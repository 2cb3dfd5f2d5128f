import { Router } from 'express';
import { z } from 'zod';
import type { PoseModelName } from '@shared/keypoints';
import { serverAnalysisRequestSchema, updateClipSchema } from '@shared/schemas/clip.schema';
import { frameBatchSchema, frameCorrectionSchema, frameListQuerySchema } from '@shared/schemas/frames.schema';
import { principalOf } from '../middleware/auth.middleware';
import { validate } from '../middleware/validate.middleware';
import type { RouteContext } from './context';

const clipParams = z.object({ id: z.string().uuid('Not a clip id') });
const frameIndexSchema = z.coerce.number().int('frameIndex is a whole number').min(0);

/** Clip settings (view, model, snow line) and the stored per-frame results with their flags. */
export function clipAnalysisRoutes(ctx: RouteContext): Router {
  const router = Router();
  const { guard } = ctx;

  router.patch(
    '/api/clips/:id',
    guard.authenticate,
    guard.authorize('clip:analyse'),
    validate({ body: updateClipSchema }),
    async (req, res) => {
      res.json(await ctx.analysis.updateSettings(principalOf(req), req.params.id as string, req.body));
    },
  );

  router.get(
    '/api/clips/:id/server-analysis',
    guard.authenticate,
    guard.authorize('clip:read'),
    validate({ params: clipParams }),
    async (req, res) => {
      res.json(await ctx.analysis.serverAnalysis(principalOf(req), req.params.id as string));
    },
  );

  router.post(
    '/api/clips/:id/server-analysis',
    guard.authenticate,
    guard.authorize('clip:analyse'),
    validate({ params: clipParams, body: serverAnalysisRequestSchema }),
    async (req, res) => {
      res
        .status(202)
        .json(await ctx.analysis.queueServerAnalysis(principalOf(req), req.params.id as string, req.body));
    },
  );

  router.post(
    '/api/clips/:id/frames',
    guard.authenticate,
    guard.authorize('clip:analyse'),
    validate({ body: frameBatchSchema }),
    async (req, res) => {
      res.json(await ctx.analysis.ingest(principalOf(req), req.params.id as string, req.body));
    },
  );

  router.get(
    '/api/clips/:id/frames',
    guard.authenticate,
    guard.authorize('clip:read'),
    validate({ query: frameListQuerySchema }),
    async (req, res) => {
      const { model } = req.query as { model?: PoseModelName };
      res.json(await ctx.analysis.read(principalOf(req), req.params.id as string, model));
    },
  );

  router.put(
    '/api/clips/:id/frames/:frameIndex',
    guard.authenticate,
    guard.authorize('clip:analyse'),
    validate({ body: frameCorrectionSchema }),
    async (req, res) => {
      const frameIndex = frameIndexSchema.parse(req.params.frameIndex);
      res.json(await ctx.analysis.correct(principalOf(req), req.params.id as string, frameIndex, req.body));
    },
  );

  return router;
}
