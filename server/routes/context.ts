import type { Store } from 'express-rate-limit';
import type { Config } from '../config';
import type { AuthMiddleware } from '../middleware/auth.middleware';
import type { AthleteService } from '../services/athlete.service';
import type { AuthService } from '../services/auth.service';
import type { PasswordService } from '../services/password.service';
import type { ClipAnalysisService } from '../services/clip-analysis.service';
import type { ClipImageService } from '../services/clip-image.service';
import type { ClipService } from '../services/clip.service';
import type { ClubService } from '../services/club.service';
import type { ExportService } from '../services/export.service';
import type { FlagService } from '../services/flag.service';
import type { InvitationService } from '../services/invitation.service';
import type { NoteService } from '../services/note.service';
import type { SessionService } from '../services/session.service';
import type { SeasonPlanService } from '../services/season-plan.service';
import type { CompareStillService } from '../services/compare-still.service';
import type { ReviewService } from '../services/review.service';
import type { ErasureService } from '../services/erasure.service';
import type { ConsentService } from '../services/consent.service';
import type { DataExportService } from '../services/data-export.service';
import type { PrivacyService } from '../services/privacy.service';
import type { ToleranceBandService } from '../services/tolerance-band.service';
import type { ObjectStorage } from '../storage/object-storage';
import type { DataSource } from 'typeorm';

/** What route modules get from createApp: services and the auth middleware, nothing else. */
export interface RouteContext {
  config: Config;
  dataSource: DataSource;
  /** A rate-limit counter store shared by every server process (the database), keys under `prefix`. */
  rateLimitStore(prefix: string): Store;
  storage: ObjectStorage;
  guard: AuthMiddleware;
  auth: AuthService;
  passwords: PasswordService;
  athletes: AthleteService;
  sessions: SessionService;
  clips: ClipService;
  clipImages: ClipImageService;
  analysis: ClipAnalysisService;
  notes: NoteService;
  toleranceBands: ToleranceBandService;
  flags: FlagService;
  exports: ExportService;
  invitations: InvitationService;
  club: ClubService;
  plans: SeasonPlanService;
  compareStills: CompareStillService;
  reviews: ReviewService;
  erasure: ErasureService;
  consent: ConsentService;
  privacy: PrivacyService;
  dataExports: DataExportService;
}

□ □ □ □

Description of the task:
All lines of the entries above where "CompareStillService" turns up should be reported.

Task solution:
import type { CompareStillService } from '../services/compare-still.service';
  compareStills: CompareStillService;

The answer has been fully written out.